SEOUL, South Korea — North Korea has begun dismantling some of its loudspeakers installed along the tense border with South Korea, according to the South’s military on Saturday. The move comes shortly after Seoul removed its own front-line loudspeakers that had been used to broadcast anti-North Korean messages in a gesture aimed at lowering cross-border tensions.
The Joint Chiefs of Staff in Seoul confirmed the activity but declined to specify where the North Korean loudspeakers were being taken down. It also remained unclear whether Pyongyang intends to remove all of the devices or only selected ones.

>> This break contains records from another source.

def _var_x0(A):
    """(A^-1)_00 of each 4 x 4 normal matrix; NaN where A is singular.

    Solved by Cholesky on the unit-diagonal scaled matrix (Jacobi scaling); a matrix that
    factorisation refuses takes the general solve, and a non-positive result from that the
    pseudo-inverse.
    """
    n = A.shape[0]
    d = np.sqrt(np.maximum(np.einsum("nii->ni", A), 1e-300))
    As = A / d[:, :, None] / d[:, None, :]
    e0 = np.zeros((n, 4))
    e0[:, 0] = 1.0
    x, ok = _spd_solve4(As, e0)
    v = x[:, 0] / (d[:, 0] ** 2)
    bad = ~(ok & np.isfinite(v) & (v > 0))
    if not bad.any():
        return v
    # the rare matrix Cholesky refuses: the general solve, else the pseudo-inverse
    out = np.where(bad, np.nan, v)
    ii = np.flatnonzero(bad & (np.abs(np.linalg.det(A)) > 1e-300))
    if len(ii):
        Ai = A[ii]
        di = d[ii]
        Asi = As[ii]
        try:
            vi = np.linalg.solve(Asi, e0[ii][:, :, None])[:, 0, 0] / (di[:, 0] ** 2)
        except np.linalg.LinAlgError:
            vi = np.full(len(ii), np.nan)
        worse = ~(np.isfinite(vi) & (vi > 0))
        if worse.any():
            vi[worse] = np.linalg.pinv(Ai[worse])[:, 0, 0]
        out[ii] = vi
    return out


def _spd_solve4(A, b):
    """Solve A x = b for many symmetric positive definite 4 x 4 systems at once.

    Cholesky factorisation written out element by element (A = L L^T, then forward and back
    substitution; Golub & Van Loan, Matrix Computations, 4th ed., algorithm 4.2.1), which on
    thousands of small systems is several times faster than a batched general solve.

    Parameters
    ----------
    A : ndarray (n, 4, 4)
    b : ndarray (n, 4)

    Returns
    -------
    x : ndarray (n, 4)
    ok : ndarray of bool (n,)
        False where a pivot is not positive and finite (not positive definite to working
        precision): solve those rows another way.
    """
    a = [[A[:, i, j] for j in range(4)] for i in range(4)]
    with np.errstate(invalid="ignore", divide="ignore"):
        p0 = a[0][0]
        l00 = np.sqrt(p0)
        l10, l20, l30 = a[1][0] / l00, a[2][0] / l00, a[3][0] / l00
        p1 = a[1][1] - l10 * l10
        l11 = np.sqrt(p1)
        l21 = (a[2][1] - l20 * l10) / l11
        l31 = (a[3][1] - l30 * l10) / l11
        p2 = a[2][2] - l20 * l20 - l21 * l21
        l22 = np.sqrt(p2)
        l32 = (a[3][2] - l30 * l20 - l31 * l21) / l22
        p3 = a[3][3] - l30 * l30 - l31 * l31 - l32 * l32
        l33 = np.sqrt(p3)
        y0 = b[:, 0] / l00
        y1 = (b[:, 1] - l10 * y0) / l11
        y2 = (b[:, 2] - l20 * y0 - l21 * y1) / l22
        y3 = (b[:, 3] - l30 * y0 - l31 * y1 - l32 * y2) / l33
        x3 = y3 / l33
        x2 = (y2 - l32 * x3) / l22
        x1 = (y1 - l21 * x2 - l31 * x3) / l11
        x0 = (y0 - l10 * x1 - l20 * x2 - l30 * x3) / l00
    x = np.stack([x0, x1, x2, x3], axis=1)
    ok = (p0 > 0) & (p1 > 0) & (p2 > 0) & (p3 > 0) & np.isfinite(x).all(axis=1)
    x[~ok] = 0.0
    return x, ok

In recent months, residents living near the border in South Korea had raised complaints about loud and disruptive sounds coming from the North’s speaker systems. The broadcasts reportedly included bizarre audio clips like animal howls and the clanging of gongs — interpreted as a countermeasure to South Korea’s propaganda and K-pop broadcasts.
The North appears to have halted these broadcasts in June, coinciding with the early steps taken by South Korea’s new president, Lee Jae Myung. Upon taking office, Lee suspended the South’s own speaker operations as part of his administration’s broader efforts to de-escalate tensions with Pyongyang. The South Korean military began dismantling its loudspeakers on Monday, though it has not clarified whether they are being stored for future use or permanently retired.
North Korea, which tightly controls domestic information and reacts strongly to criticism of its leadership, has not officially acknowledged taking down its equipment. Under South Korea’s previous conservative government, daily loudspeaker broadcasts resumed last year following a long pause. The reactivation was a response to North Korea’s provocative act of sending balloons filled with trash and propaganda into the South.
Those broadcasts were deliberately designed to unsettle the North’s leadership, featuring anti-regime messages and popular South Korean music, including K-pop. Such tactics have long been part of Cold War-era psychological warfare, aggravating already strained relations fueled by North Korea’s expanding nuclear arsenal and increased South Korea-U.S. military cooperation, including joint drills with Japan.
President Lee, who assumed office in June after a snap election triggered by the impeachment of his conservative predecessor Yoon Suk Yeol, has expressed a desire to repair ties with Pyongyang. North Korea had rejected Yoon’s hardline stance and avoided dialogue throughout his term.
Despite Lee’s shift in policy, North Korea has not responded positively. In late July, Kim Yo Jong — sister of leader Kim Jong Un and a prominent voice in North Korean politics — dismissed Seoul’s outreach efforts. She criticized the South’s continued reliance on its military alliance with the United States, calling it indistinguishable from previous administrations.
Kim Yo Jong later issued another statement, rejecting suggestions that North Korea is interested in resuming denuclearization talks. She also dismissed potential diplomatic moves by the United States, indicating that Pyongyang now prioritizes strengthening its relationship with Russia amid the ongoing war in Ukraine.
Looking ahead, tensions could flare again as South Korea and the United States are set to begin large-scale joint military exercises on August 18. North Korea routinely denounces these drills as rehearsals for invasion and often uses them as justification for conducting missile tests or other military provocations aimed at advancing its weapons programs.